======== TASK INPUT
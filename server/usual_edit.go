package server

import (
	"fmt"
	"strings"

	"github.com/labstack/echo/v4"

	"tripwell/forms"
	"tripwell/store"
	"tripwell/store/record"
)

// usualMore is how many kinds of place a form has room for beside those on the list.
const usualMore = 2

// usualAt reads the list a form is about: a site's where the address names one, else the organisation's; own tells whether the
// site has a list of its own.
func (s *Server) usualAt(c echo.Context) (list forms.UsualPlaces, site *store.Site, own bool, revision int, err error) {
	err = s.store.View(scope(c), func(v *store.View) error {
		id, today := "", forms.DayOf(s.store.Now())
		if name := c.Param("site"); name != "" {
			one, err := v.Site(name)
			if err != nil {
				return err
			}
			site, id, today = &one, one.ID, s.today(one)
		}
		in, of, err := v.UsualPlaces(id, today)
		if err != nil {
			return err
		}
		if list = (forms.UsualPlaces{ID: forms.UsualPlacesID}); in != nil {
			list = *in
		}
		own = of == store.BySite
		revision, err = v.NextUsual(id)
		return err
	})
	return list, site, own, revision, err
}

func (s *Server) usualEdit(c echo.Context) error {
	list, site, own, _, err := s.usualAt(c)
	if err != nil {
		return err
	}
	f, err := s.editForm(usualValues(list), nil)
	if err != nil {
		return err
	}
	return s.formBack(c, f, s.usualForm(c, site, own, list))
}

func (s *Server) usualUpdate(c echo.Context) error {
	list, site, own, revision, err := s.usualAt(c)
	if err != nil {
		return err
	}
	f, err := s.typedForm(c)
	if err != nil {
		return err
	}
	first := f.id(recordField)
	f.meanwhile(usualValues(list))
	next, log, back := s.usualInput(f, list), record.Org, "/set-up"
	if next.Revision, next.InForce = revision, forms.DayOf(s.store.Now()); site != nil {
		log, back, next.InForce = site.ID, siteHref(*site)+"/protection", s.today(*site)
	}
	if own && f.Get("follow") == "yes" {
		next.Places, next.Follows = []forms.UsualPlace{}, true
	}
	reason := f.needed("reason", s.words.Say("office.protection.reason"), 300)
	if f.ok() {
		if err = s.append(c, store.Draft{ID: first, Kind: "usual.set", Log: log, Subject: store.UsualSubject(), Body: map[string]any{"usual": next, "reason": reason}}); err == nil {
			return toPage(c, back)
		}
		if err := f.takeRefusal(err); err != nil {
			return err
		}
	}
	return s.formBack(c, f, s.usualForm(c, site, own, list))
}

func usualValues(list forms.UsualPlaces) map[string]string {
	out := map[string]string{}
	for _, p := range list.Places {
		out["name."+p.Place], out["words."+p.Place], out["source."+p.Place] = p.Name, strings.Join(p.Words, ", "), p.Source
		if out["on."+p.Place] = "yes"; p.Off {
			out["on."+p.Place] = ""
		}
	}
	return out
}

// usualInput is the list as the form has it: what was there, and what was added with a name.
func (s *Server) usualInput(f *typedForm, list forms.UsualPlaces) forms.UsualPlaces {
	out := forms.UsualPlaces{ID: forms.UsualPlacesID, Standard: list.Standard}
	ids := []string{}
	for _, p := range list.Places {
		ids = append(ids, p.Place)
	}
	for i := range usualMore {
		if id := fmt.Sprintf("own-%d", len(list.Places)+i+1); strings.TrimSpace(f.Get("name."+id)) != "" {
			ids = append(ids, id)
		}
	}
	for _, id := range ids {
		p := forms.UsualPlace{Place: id, Name: f.needed("name."+id, s.words.Say("office.protection.kind"), 100), Source: f.line("source."+id, 200), Off: f.Get("on."+id) != "yes"}
		for word := range strings.SplitSeq(f.line("words."+id, 1000), ",") {
			if word = strings.TrimSpace(word); word != "" {
				p.Words = append(p.Words, word)
			}
		}
		out.Places = append(out.Places, p)
	}
	return out
}

func (s *Server) usualForm(c echo.Context, site *store.Site, own bool, list forms.UsualPlaces) formPage {
	k := s.ink()
	p := formPage{Frame: s.frame(c, k.say("office.protection.list"), "set-up"), Crumbs: []link{{Href: "/set-up", Text: k.say("office.nav.setup")}},
		Heading: k.say("office.protection.list"), Lead: k.say("office.protection.list_lead") + " " + k.say("office.protection.prevails"), Action: "/usual-places", Submit: k.say("office.protection.list_save"), Cancel: "/set-up"}
	if site != nil {
		p.Crumbs = []link{{Href: siteHref(*site), Text: site.Name}, {Href: siteHref(*site) + "/protection", Text: k.say("office.protection.title")}}
		p.Heading, p.Action, p.Cancel = k.say("office.protection.list_at", "site", site.Name), siteHref(*site)+"/usual-places", siteHref(*site)+"/protection"
	}
	group := func(id, legend string) fieldGroup {
		return fieldGroup{Legend: legend, Fields: []field{{Name: "on." + id, Label: k.say("office.protection.on"), Type: "check"}, {Name: "name." + id, Label: k.say("office.protection.kind")},
			{Name: "words." + id, Label: k.say("office.protection.words"), Hint: k.say("office.protection.words_hint")}, {Name: "source." + id, Label: k.say("office.protection.source")}}}
	}
	if own {
		p.Groups = append(p.Groups, fieldGroup{Fields: []field{{Name: "follow", Label: k.say("office.protection.follow"), Type: "check", Hint: k.say("office.protection.follow_hint")}}})
	}
	for _, place := range list.Places {
		p.Groups = append(p.Groups, group(place.Place, place.Name))
	}
	for i := range usualMore {
		p.Groups = append(p.Groups, group(fmt.Sprintf("own-%d", len(list.Places)+i+1), k.say("office.protection.another")))
	}
	p.Groups = append(p.Groups, fieldGroup{Fields: []field{{Name: "reason", Label: k.say("office.protection.reason"), Required: true, Wide: true}}})
	return p
}
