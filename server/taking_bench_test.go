package server

import (
	"io"
	"net/http"
	"slices"
	"strconv"
	"testing"
	"time"
)

// What a phone takes along of one large site, as it travels. The floor is the line itself: 10 Mbit/s.
func BenchmarkTakeAlong(b *testing.B) {
	r := newRig(b, 10_000)
	h := r.handset(r.crew)
	client := &http.Client{Transport: &http.Transport{DisableCompression: true}} // the bytes as they travel
	for b.Loop() {
		req := h.request(http.MethodGet, "/exchange/snapshot?log="+r.site, nil)
		req.Header.Set("Accept-Encoding", "gzip")
		began := time.Now()
		res, err := client.Do(req)
		must(b, err)
		n, err := io.Copy(io.Discard, res.Body)
		must(b, err)
		must(b, res.Body.Close())
		line := float64(n*8) / 10e6
		b.ReportMetric(float64(n), "bytes")
		b.ReportMetric(line, "s-on-the-line")
		b.ReportMetric((time.Since(began).Seconds()+line)/line, "x-floor")
	}
}

// From the tap on Save until the page says saved, which it says when the strict transaction is complete; 5,000 devices are
// on the phone. The floor is an empty strict transaction of the same database.
func BenchmarkTapToSaved(b *testing.B) {
	r := newRig(b, 5_000)
	p := openHandheld(b, r.url)
	p.signIn(r, r.crew)
	p.ready()
	p.Tap("a.row", "Kiln Lane")
	p.Tap("a.row", "Outlet 1")
	p.Tap("a", "Button test")
	var took []float64
	for range 60 {
		p.Tap(".one-tap", "")
		p.Until("the answers", `document.querySelector(".go").getAttribute("aria-disabled") === "false"`)
		ms, err := strconv.ParseFloat(p.Value(`new Promise((yes) => { const was = document.querySelector(".saved")?.innerText ?? "", began = performance.now();
			const look = new MutationObserver(() => { const now = document.querySelector(".saved")?.innerText; if (now && now !== was) { look.disconnect(); yes(String(performance.now() - began)); } });
			look.observe(document.body, { subtree: true, childList: true, characterData: true }); document.querySelector(".go").click(); })`), 64)
		must(b, err)
		took = append(took, ms)
	}
	floor, err := strconv.ParseFloat(p.Value(`new Promise((yes, no) => { const open = indexedDB.open("tray"); open.onerror = no; open.onsuccess = async () => { const db = open.result, all = [];
		for (let i = 0; i < 40; i++) { const began = performance.now(); await new Promise((done) => { const tx = db.transaction("me", "readwrite", { durability: "strict" }); tx.objectStore("me").put(i, "floor"); tx.oncomplete = done; }); all.push(performance.now() - began); }
		db.close(); yes(String(all.sort((a, b) => a - b)[20])); }; })`), 64)
	must(b, err)
	slices.Sort(took)
	for b.Loop() {
	}
	b.ReportMetric(took[len(took)/2], "ms-p50")
	b.ReportMetric(took[len(took)*99/100], "ms-p99")
	b.ReportMetric(took[len(took)/2]/floor, "x-floor")
	if left := p.waiting(); left > len(took) {
		b.Fatalf("%d entries wait, and %d were made", left, len(took))
	}
}
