package server

import (
	"fmt"
	"maps"
	"time"

	"tripwell/forms"
	"tripwell/store"
)

// correctedFrom lays the first version beside what stands: the values a correction struck out, each with what it came to,
// and the result the entry first had. A failing value stays to be seen.
func (s *Server) correctedFrom(v *store.View, e store.Entry, view *entryPage) error {
	if len(e.Corrections) == 0 || e.Sealed != nil {
		return nil
	}
	k := s.ink()
	first, err := v.JudgedAs(e, e.Original)
	if err != nil {
		return err
	}
	if first.Result != e.Verdict.Result {
		m := k.verdict(first.Result)
		view.First = &m
	}
	changed := map[string]change{}
	for _, c := range s.changes(e.OwnNames, e.Original, e.Body) {
		changed[c.Name] = c
	}
	for i := range view.Readings {
		r := &view.Readings[i]
		c, ok := changed[r.Name]
		if !ok {
			continue
		}
		delete(changed, r.Name)
		r.Was, r.WasVerdict = c.Was, s.verdictOf(e.OwnNames, first, r.Name)
	}
	for _, c := range s.changes(e.OwnNames, e.Original, e.Body) { // what the correction took out altogether
		if _, left := changed[c.Name]; left {
			view.Readings = append(view.Readings, readingShown{Name: c.Name, Value: c.Became, Was: c.Was, WasVerdict: s.verdictOf(e.OwnNames, first, c.Name)})
		}
	}
	return nil
}

// verdictOf gives the worst finding of a reading by its name, nil where nothing judged it.
func (s *Server) verdictOf(own map[string]string, v forms.Verdict, name string) *mark {
	k := s.ink()
	worst := ""
	for _, f := range v.Findings {
		if s.readingName(own, f.Reading, f.At) == name && (worst == "" || severity(f.Verdict) > severity(worst)) {
			worst = f.Verdict
		}
	}
	if worst == "" {
		return nil
	}
	m := k.verdict(worst)
	return &m
}

// readingName names a reading, with the conditions it was taken under.
func (s *Server) readingName(own map[string]string, code string, at map[string]any) string {
	name := s.ink().calling(own).reading(code)
	if len(at) > 0 {
		name += " " + s.conditions(at)
	}
	return name
}

func (s *Server) corrections(v *store.View, e store.Entry, zone *time.Location) ([]correctionShown, error) {
	k := s.ink()
	var out []correctionShown
	was := e.Original
	show := func(c store.Correction, head, state string) error {
		one := correctionShown{
			Head:   joined(k.say("office.entry."+head, "by", s.personName(v, c.By), "day", k.at(c.At, zone)), k.say("office.entry."+state)),
			Reason: c.Reason, Record: "/records/" + c.Record, Changes: s.changes(e.OwnNames, was, c.Body),
		}
		if c.Sealed != nil {
			one.Reason, one.Changes = s.sealedText(v, c.Sealed, zone), nil
		} else if !c.Withdraw && e.Sealed == nil {
			verdict, err := v.JudgedAs(e, c.Body)
			if err != nil {
				return err
			}
			m := k.verdict(verdict.Result)
			one.Verdict = &m
		}
		out = append(out, one)
		return nil
	}
	for _, c := range e.Corrections {
		state := "not_in_force"
		if c.InForce {
			state = "in_force"
		}
		if err := show(c, "correction_head", state); err != nil {
			return nil, err
		}
	}
	for _, c := range e.NotPermitted {
		head := "correction_head"
		if c.Withdraw {
			c.Body, head = was, "withdrawal_head" // it changes no reading
		}
		if err := show(c, head, "not_permitted"); err != nil {
			return nil, err
		}
	}
	return out, nil
}

// changes lists the readings that differ between the first version and a correction, those of series with their
// conditions.
func (s *Server) changes(own map[string]string, was, became forms.Entry) []change {
	out := s.changed(own, was.Readings, became.Readings, nil)
	before, after := seriesAt(was.Series), seriesAt(became.Series)
	seen := map[string]bool{}
	for _, list := range [][]forms.SeriesReading{was.Series, became.Series} {
		for _, one := range list {
			if key := fmt.Sprint(one.At); !seen[key] {
				seen[key] = true
				out = append(out, s.changed(own, before[key], after[key], one.At)...)
			}
		}
	}
	return out
}

func seriesAt(list []forms.SeriesReading) map[string]map[string]forms.Reading {
	out := map[string]map[string]forms.Reading{}
	for _, one := range list {
		out[fmt.Sprint(one.At)] = one.Readings
	}
	return out
}

func (s *Server) changed(own map[string]string, was, became map[string]forms.Reading, at map[string]any) []change {
	k := s.ink()
	codes := maps.Clone(was)
	if codes == nil {
		codes = map[string]forms.Reading{}
	}
	maps.Copy(codes, became)
	var out []change
	for _, code := range readingOrder(codes) {
		a, b := dash, dash
		if r, ok := was[code]; ok {
			a = k.value(code, r)
		}
		if r, ok := became[code]; ok {
			b = k.value(code, r)
		}
		if a != b {
			out = append(out, change{s.readingName(own, code, at), a, b})
		}
	}
	return out
}

// defectNotices says which defects an entry began or closed, and where a correction or a withdrawal took one away.
func (s *Server) defectNotices(v *store.View, e store.Entry, view *entryPage) error {
	k := s.ink()
	list, _, err := v.DeviceDefects(e.Device, e.Day)
	if err != nil {
		return err
	}
	for i := range list {
		d := &list[i]
		if d.First == e.ID {
			view.Notices = append(view.Notices, notice{"fail", joined(k.say("office.defect.entry_began"), s.causeName(d)), "/defects/" + d.ID})
		}
		if d.Closed != nil && d.Closed.Record == e.ID {
			view.Notices = append(view.Notices, notice{"pass", joined(k.say("office.defect.entry_closed"), s.causeName(d)), "/defects/" + d.ID})
		}
	}
	if len(e.Corrections) == 0 && e.Withdrawn == nil || e.Withdrawn == nil && e.Verdict.Result == forms.Fail {
		return nil
	}
	first, err := v.JudgedAs(e, e.Original)
	if err == nil && first.Result == forms.Fail {
		key := "office.defect.entry_gone"
		if e.Withdrawn != nil {
			key = "office.defect.entry_withdrawn"
		}
		view.Notices = append(view.Notices, notice{Shape: "watch", Text: k.say(key)})
	}
	return err
}
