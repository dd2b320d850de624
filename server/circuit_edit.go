package server

import (
	"cmp"
	"strings"

	"github.com/labstack/echo/v4"

	"tripwell/store"
)

// Kinds of breaker, as a directory names them.
var breakerTypes = []string{"standard", "gfci", "afci", "dual", "mcb", "rcbo"}

// Fields of a circuit's form by how they are read. The names are those of the register.
var (
	circuitTexts   = []string{"numbers", "conductor", "feeds"}
	circuitFigures = []string{"breaker_a", "poles", "voltage_v"}
)

func (s *Server) panelNew(c echo.Context) error {
	site, err := s.siteOf(c)
	if err != nil {
		return err
	}
	f, err := s.blankForm(nil)
	if err != nil {
		return err
	}
	return s.formBack(c, f, s.panelForm(c, site, nil))
}

func (s *Server) panelCreate(c echo.Context) error {
	site, err := s.siteOf(c)
	if err != nil {
		return err
	}
	f, err := s.typedForm(c)
	if err != nil {
		return err
	}
	panel := store.Panel{ID: f.id(subjectField)}
	return s.panelSave(c, site, nil, panel, f)
}

func (s *Server) panelEdit(c echo.Context) error {
	panel, site, err := s.panelAt(c)
	if err != nil {
		return err
	}
	f, err := s.editForm(panelValues(panel), panel.Conflicts)
	if err != nil {
		return err
	}
	return s.formBack(c, f, s.panelForm(c, site, &panel))
}

func (s *Server) panelUpdate(c echo.Context) error {
	panel, site, err := s.panelAt(c)
	if err != nil {
		return err
	}
	f, err := s.typedForm(c)
	if err != nil {
		return err
	}
	f.meanwhile(panelValues(panel))
	return s.panelSave(c, site, &panel, panel, f)
}

func panelValues(p store.Panel) map[string]string {
	return map[string]string{"name": p.Name, "location": p.Location}
}

// panelSave writes what a panel's form changed; was is nil where the panel is new.
func (s *Server) panelSave(c echo.Context, site store.Site, was *store.Panel, panel store.Panel, f *typedForm) error {
	first, set := f.id(recordField), map[string]any{}
	f.setText(set, "name", "name", f.needed("name", s.words.Say("office.circuit.ask.panel"), 40))
	f.setText(set, "location", "location", f.line("location", 200))
	if f.ok() {
		var err error
		if len(set) > 0 {
			err = s.append(c, store.Draft{ID: first, Kind: "panel.set", Log: site.ID, Subject: panel.ID, Body: f.setBody(set)})
		}
		if err == nil {
			return toPage(c, "/panels/"+panel.ID)
		}
		if err := f.takeRefusal(err); err != nil {
			return err
		}
	}
	return s.formBack(c, f, s.panelForm(c, site, was))
}

func (s *Server) panelForm(c echo.Context, site store.Site, panel *store.Panel) formPage {
	k := s.ink()
	p := formPage{
		Frame: s.frame(c, k.say("office.circuit.panel_new"), "sites"), Crumbs: []link{{Href: siteHref(site), Text: site.Name}, {Href: siteHref(site) + "/circuits", Text: k.say("office.circuit.list")}},
		Heading: k.say("office.circuit.panel_new_head", "site", site.Name), Action: siteHref(site) + "/panels", Submit: k.say("office.circuit.panel_save"), Cancel: siteHref(site) + "/circuits",
		Groups: []fieldGroup{{Fields: []field{
			{Name: "name", Label: k.say("office.circuit.ask.panel"), Hint: k.say("office.circuit.hint.panel"), Required: true},
			{Name: "location", Label: k.say("office.circuit.ask.location"), Hint: k.say("office.circuit.hint.location")},
		}}},
	}
	if panel != nil {
		p.Frame, p.Heading = s.frame(c, k.say("office.circuit.panel_edit"), "sites"), k.say("office.circuit.panel_edit_head", "panel", unbroken(panel.Name))
		p.Action, p.Cancel = "/panels/"+panel.ID+"/edit", "/panels/"+panel.ID
	}
	return p
}

func (s *Server) panelAt(c echo.Context) (p store.Panel, site store.Site, err error) {
	err = s.store.View(scope(c), func(v *store.View) (err error) {
		p, site, err = v.Panel(c.Param("panel"))
		return err
	})
	return p, site, err
}

func (s *Server) circuitNew(c echo.Context) error {
	site, err := s.siteOf(c)
	if err != nil {
		return err
	}
	f, err := s.blankForm(map[string]string{"panel": c.QueryParam("panel"), "standard": site.Standard, "supply": "grounded"})
	if err != nil {
		return err
	}
	return s.circuitBack(c, site, nil, f)
}

func (s *Server) circuitCreate(c echo.Context) error {
	site, err := s.siteOf(c)
	if err != nil {
		return err
	}
	f, err := s.typedForm(c)
	if err != nil {
		return err
	}
	return s.circuitSave(c, site, nil, f.id(subjectField), f)
}

func (s *Server) circuitEdit(c echo.Context) error {
	one, site, lost, err := s.circuitAt(c)
	if err != nil {
		return err
	}
	f, err := s.editForm(circuitValues(one), lost)
	if err != nil {
		return err
	}
	return s.circuitBack(c, site, &one, f)
}

func (s *Server) circuitUpdate(c echo.Context) error {
	one, site, _, err := s.circuitAt(c)
	if err != nil {
		return err
	}
	f, err := s.typedForm(c)
	if err != nil {
		return err
	}
	f.meanwhile(circuitValues(one))
	return s.circuitSave(c, site, &one, one.ID, f)
}

func (s *Server) circuitAt(c echo.Context) (one store.Circuit, site store.Site, lost []store.Conflict, err error) {
	err = s.store.View(scope(c), func(v *store.View) (err error) {
		one, site, lost, err = v.Circuit(c.Param("circuit"))
		return err
	})
	return one, site, lost, err
}

func circuitValues(c store.Circuit) map[string]string {
	out := map[string]string{"panel": c.PanelID, "numbers": c.Numbers, "conductor": c.Text("conductor"), "feeds": c.Text("feeds"),
		"standard": c.Text("standard"), "supply": c.Text("supply"), "breaker_type": c.Text("breaker_type")}
	for _, name := range circuitFigures {
		if out[name] = ""; c.Number(name) != 0 {
			out[name] = plainFigure(c.Number(name))
		}
	}
	return out
}

// circuitSave writes what a circuit's form changed; was is nil where the circuit is new.
func (s *Server) circuitSave(c echo.Context, site store.Site, was *store.Circuit, subject string, f *typedForm) error {
	panels, circuits, err := s.wiringOf(c, site)
	if err != nil {
		return err
	}
	first, set := f.id(recordField), s.circuitSet(f, panels)
	for _, other := range circuits {
		if other.ID != subject && other.PanelID == f.Get("panel") && strings.EqualFold(other.Numbers, strings.TrimSpace(f.Get("numbers"))) && other.Numbers != "" {
			f.refuse("numbers", s.words.Say("office.circuit.taken", "circuit", circuitName(other)))
		}
	}
	if f.ok() {
		if len(set) > 0 {
			err = s.append(c, store.Draft{ID: first, Kind: "circuit.set", Log: site.ID, Subject: subject, Body: f.setBody(set)})
		}
		if err == nil {
			return toPage(c, "/circuits/"+subject)
		}
		if err := f.takeRefusal(err); err != nil {
			return err
		}
	}
	return s.circuitBack(c, site, was, f)
}

func (s *Server) circuitSet(f *typedForm, panels []store.Panel) map[string]any {
	set, ids := map[string]any{}, []string{}
	for _, p := range panels {
		ids = append(ids, p.ID)
	}
	f.setText(set, "panel", "panel", f.choice("panel", ids...))
	f.needed("numbers", s.words.Say("office.circuit.ask.numbers"), 40)
	for _, name := range circuitTexts {
		f.setText(set, name, name, f.line(name, 200))
	}
	for _, name := range circuitFigures {
		f.setFigure(set, name, name, f.figure(name))
	}
	f.setText(set, "breaker_type", "breaker_type", f.choice("breaker_type", append([]string{""}, breakerTypes...)...))
	f.setText(set, "standard", "standard", f.choice("standard", "", "NEC", "IEC"))
	f.setText(set, "supply", "supply", f.choice("supply", "", "grounded", "isolated"))
	return set
}

func (s *Server) wiringOf(c echo.Context, site store.Site) (panels []store.Panel, circuits []store.Circuit, err error) {
	err = s.store.View(scope(c), func(v *store.View) (err error) {
		if panels, err = v.Panels(site.ID); err != nil {
			return err
		}
		circuits, err = v.Circuits(site.ID)
		return err
	})
	return panels, circuits, err
}

// circuitBack sends the page of a new circuit, or of one that is there.
func (s *Server) circuitBack(c echo.Context, site store.Site, one *store.Circuit, f *typedForm) error {
	panels, _, err := s.wiringOf(c, site)
	if err != nil {
		return err
	}
	k := s.ink()
	q := func(name, kind string, options ...option) field {
		out := field{Name: name, Label: k.say("office.circuit.ask." + name), Type: kind, Options: options}
		if key := "office.circuit.hint." + name; k.words.Has(key) {
			out.Hint = k.say(key)
		}
		return out
	}
	var named, types []option
	for _, p := range panels {
		named = append(named, option{Value: p.ID, Text: p.Name})
	}
	types = optional(k.say("office.device.not_said"))
	for _, t := range breakerTypes {
		types = append(types, option{Value: t, Text: k.say("office.circuit.type." + t)})
	}
	numbers, breaker, volts := q("numbers", ""), q("breaker_a", "number"), q("voltage_v", "number")
	numbers.Required, breaker.Unit, volts.Unit = true, "A", "V"
	p := formPage{
		Frame: s.frame(c, k.say("office.circuit.new"), "sites"), Crumbs: []link{{Href: siteHref(site), Text: site.Name}, {Href: siteHref(site) + "/circuits", Text: k.say("office.circuit.list")}},
		Heading: k.say("office.circuit.new_head", "site", site.Name), Action: siteHref(site) + "/circuits", Submit: k.say("office.circuit.save"), Cancel: siteHref(site) + "/circuits",
		Groups: []fieldGroup{
			{Fields: []field{q("panel", "", named...), numbers, q("feeds", "")}},
			{Legend: k.say("office.circuit.facts"), Fields: []field{breaker, q("breaker_type", "", types...), q("poles", "number"), volts, q("conductor", ""),
				q("supply", "", optional(k.say("office.device.not_said"), "grounded", k.say("office.device.supply_grounded"), "isolated", k.say("office.device.supply_isolated"))...),
				q("standard", "", optional(k.say("office.device.not_said"), "NEC", k.say("office.site.nec"), "IEC", k.say("office.site.iec"))...)}},
		},
	}
	if len(panels) == 0 {
		p.Lead = k.say("office.circuit.panel_first")
	}
	if one != nil {
		p.Frame, p.Heading = s.frame(c, k.say("office.circuit.edit"), "sites"), k.say("office.circuit.edit_head", "circuit", cmp.Or(circuitName(*one), dash))
		p.Action, p.Cancel = "/circuits/"+one.ID+"/edit", "/circuits/"+one.ID
	}
	return s.formBack(c, f, p)
}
================
● BRIEF
The lines above that include "writes" should each be listed.

● OUTPUT BELOW
// panelSave writes what a panel's form changed; was is nil where the panel is new.
// circuitSave writes what a circuit's form changed; was is nil where the circuit is new.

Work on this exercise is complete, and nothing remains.